Grand Princess consort of Kiev
- Tenure: 1078 – 1093
- Died: 1111
- Spouse: Vsevolod I of Kiev ​ ​(m. 1068; died 1093)​
- Issue: Rostislav Vsevolodovich; Eupraxia, Holy Roman Empress; Catherine Vsevolodovna; Maria Vsevolodovna;
- Dynasty: Rurik (by marriage)

= Anna Polovetskaya =

Anna Polovetskaya (Note: Анна Половецкая; Анна Половчанка) (died 1111) was the grand princess consort of Kiev during her marriage to Vsevolod I.

==Life==
A daughter of a Cuman khan, she married Vsevolod I in 1068. In connection to the wedding, she converted from her original faith, Tengrism, to Christianity, and was given the name Anna.

When she was widowed in 1093, she stayed in Kiev.

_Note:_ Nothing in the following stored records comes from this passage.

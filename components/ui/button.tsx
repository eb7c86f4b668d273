import { Pressable, type StyleProp, StyleSheet, type ViewStyle } from 'react-native';

import { darken } from '@/components/ui/darken';
import { Icon, type IconName } from '@/components/ui/icon';
import { border, radius, size, type Theme, useTheme } from '@/components/ui/theme';
import { Txt } from '@/components/ui/txt';
import { pressable, webOnly } from '@/components/ui/web-only';
import type { Station } from '@/shared/model/codes';

export type ButtonKind = 'main' | 'station' | 'second' | 'quiet' | 'danger';

/** A button of a dialog, a note, an empty or a broken page. */
export interface Action {
  label: string;
  icon?: IconName | undefined;
  kind?: ButtonKind | undefined;
  onPress: () => void;
  testID?: string | undefined;
}

export interface ButtonProps extends Action {
  station?: Station | undefined;
  small?: boolean | undefined;
  /** something is missing first: the label says what, and pressing points to it */
  waiting?: boolean | undefined;
  accessibilityLabel?: string | undefined;
  /** whether what it opens is open, and that thing's id */
  expands?: { id: string; open: boolean } | undefined;
  style?: StyleProp<ViewStyle>;
}

interface Paint {
  fill: string;
  pressed: string;
  text: string;
  edge: string;
}

function paint(theme: Theme, kind: ButtonKind, station: Station | undefined): Paint {
  const { color } = theme;
  const filled = (fill: string, text: string, edge: string) => {
    return { fill, pressed: darken(fill), text, edge };
  };
  if (kind === 'main') return filled(color.action, color.onAction, color.action);
  if (kind === 'danger') return filled(color.madder, color.onMadder, color.madderInk);
  if (kind === 'station') {
    const dye = theme.station(station ?? 'table');
    return filled(dye.fill, dye.onFill, dye.ink);
  }
  const quiet = kind === 'quiet';
  return {
    fill: quiet ? 'transparent' : color.card,
    pressed: color.sunk,
    text: color.ink,
    edge: quiet ? 'transparent' : color.edge,
  };
}

export function Button(props: ButtonProps) {
  const { label, icon, kind = 'main', station, small = false, waiting = false } = props;
  const theme = useTheme();
  const { sunk, ink2, edge } = theme.color;
  const look = waiting
    ? { fill: sunk, pressed: darken(sunk), text: ink2, edge }
    : paint(theme, kind, station);
  return (
    <Pressable
      {...pressable}
      role="button"
      onPress={props.onPress}
      {...(props.testID && { testID: props.testID })}
      {...(props.accessibilityLabel && { 'aria-label': props.accessibilityLabel })}
      {...(props.expands && {
        'aria-expanded': props.expands.open,
        ...webOnly({ 'aria-controls': props.expands.id }),
      })}
      style={({ pressed }) => [
        styles.button,
        small && styles.small,
        { backgroundColor: pressed ? look.pressed : look.fill, borderColor: look.edge },
        waiting && styles.waiting,
        props.style,
      ]}
    >
      {icon && <Icon name={icon} size={small ? 20 : 22} color={look.text} stroke={2.4} />}
      <Txt
        kind="lead"
        color={look.text}
        align="center"
        style={[styles.label, small && styles.smallLabel, kind === 'quiet' && styles.underlined]}
      >
        {label}
      </Txt>
    </Pressable>
  );
}

const styles = StyleSheet.create({
  button: {
    minHeight: size.button,
    maxWidth: '100%',
    borderRadius: radius.button,
    borderWidth: border.control,
    paddingHorizontal: 20,
    paddingVertical: 6,
    flexDirection: 'row',
    alignItems: 'center',
    justifyContent: 'center',
    gap: 10,
  },
  small: { minHeight: size.buttonSmall, borderRadius: 15, paddingHorizontal: 14, gap: 8 },
  waiting: { borderStyle: 'dashed' },
  label: { flexShrink: 1 },
  smallLabel: { fontSize: 16, lineHeight: 20 },
  underlined: { textDecorationLine: 'underline' },
});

In 1097, her stepson Vladimir Monomakh besieged Sviatoslav Iziaslavych in Kiev. Anna, together with Nicholas, Metropolitan of Kiev and all Rus', were chosen to act as mediators. She managed to stop the siege and secure peace by addressing her stepson with the following words:

молимсѧ кнѧже тобѣ и братома твоима . не мозѣте погубити Русьскои землѣ . аще бо возметь рать межю собою . погани имуть радоватисѧ . и возмуть землю нашю . юже бѣша стѧжали ваши дѣди . ї ѡц҃и ваши . трудомъ великимъ и хороборьствомъ . побарѧюще по Русьскои земли . а ины земли приискаху . а вы хощете погубити Русьскую землю
We ask you, prince, and both your brothers: do not destroy the Rus' land. For if you raise your army among yourselves, the pagans will rejoice and take our land, which was gathered by your grandfathers and your fathers through great labour and courage, fighting for the Rus' land, and they obtained other lands. And you want to destroy the Rus' land.

== Children ==

- Rostislav Vsevolodovich (1070 – 26 May 1093). Drowned while retreating from the Battle of the Stugna River.
- Eupraxia, Holy Roman Empress (1071 – 20 July 1109). First married Henry the Long, Margrave of Nordarm, next in 1089 married Henry IV, Holy Roman Emperor, becoming a Holy Roman Empress.
- Catherine Vsevolovna (d. 11 August 1108). A nun. Her date of death is recorded in the Primary Chronicle.
- Maria Vsevolodovna (d. 1089).

==Sources==
- Филиповский, Ефрем. Краткое историческое и хронологическое описаніе жизни и дѣяній великих князей Россійских, царей, императоров и их пресвѣтлѣйших супруг и детѣй от Р. КH. с 862 года до нынѣ благополучно царствующаго Великаго Государя Императора Александра I. Самодержца Всероссийскаго, Ч.1, 1805 г.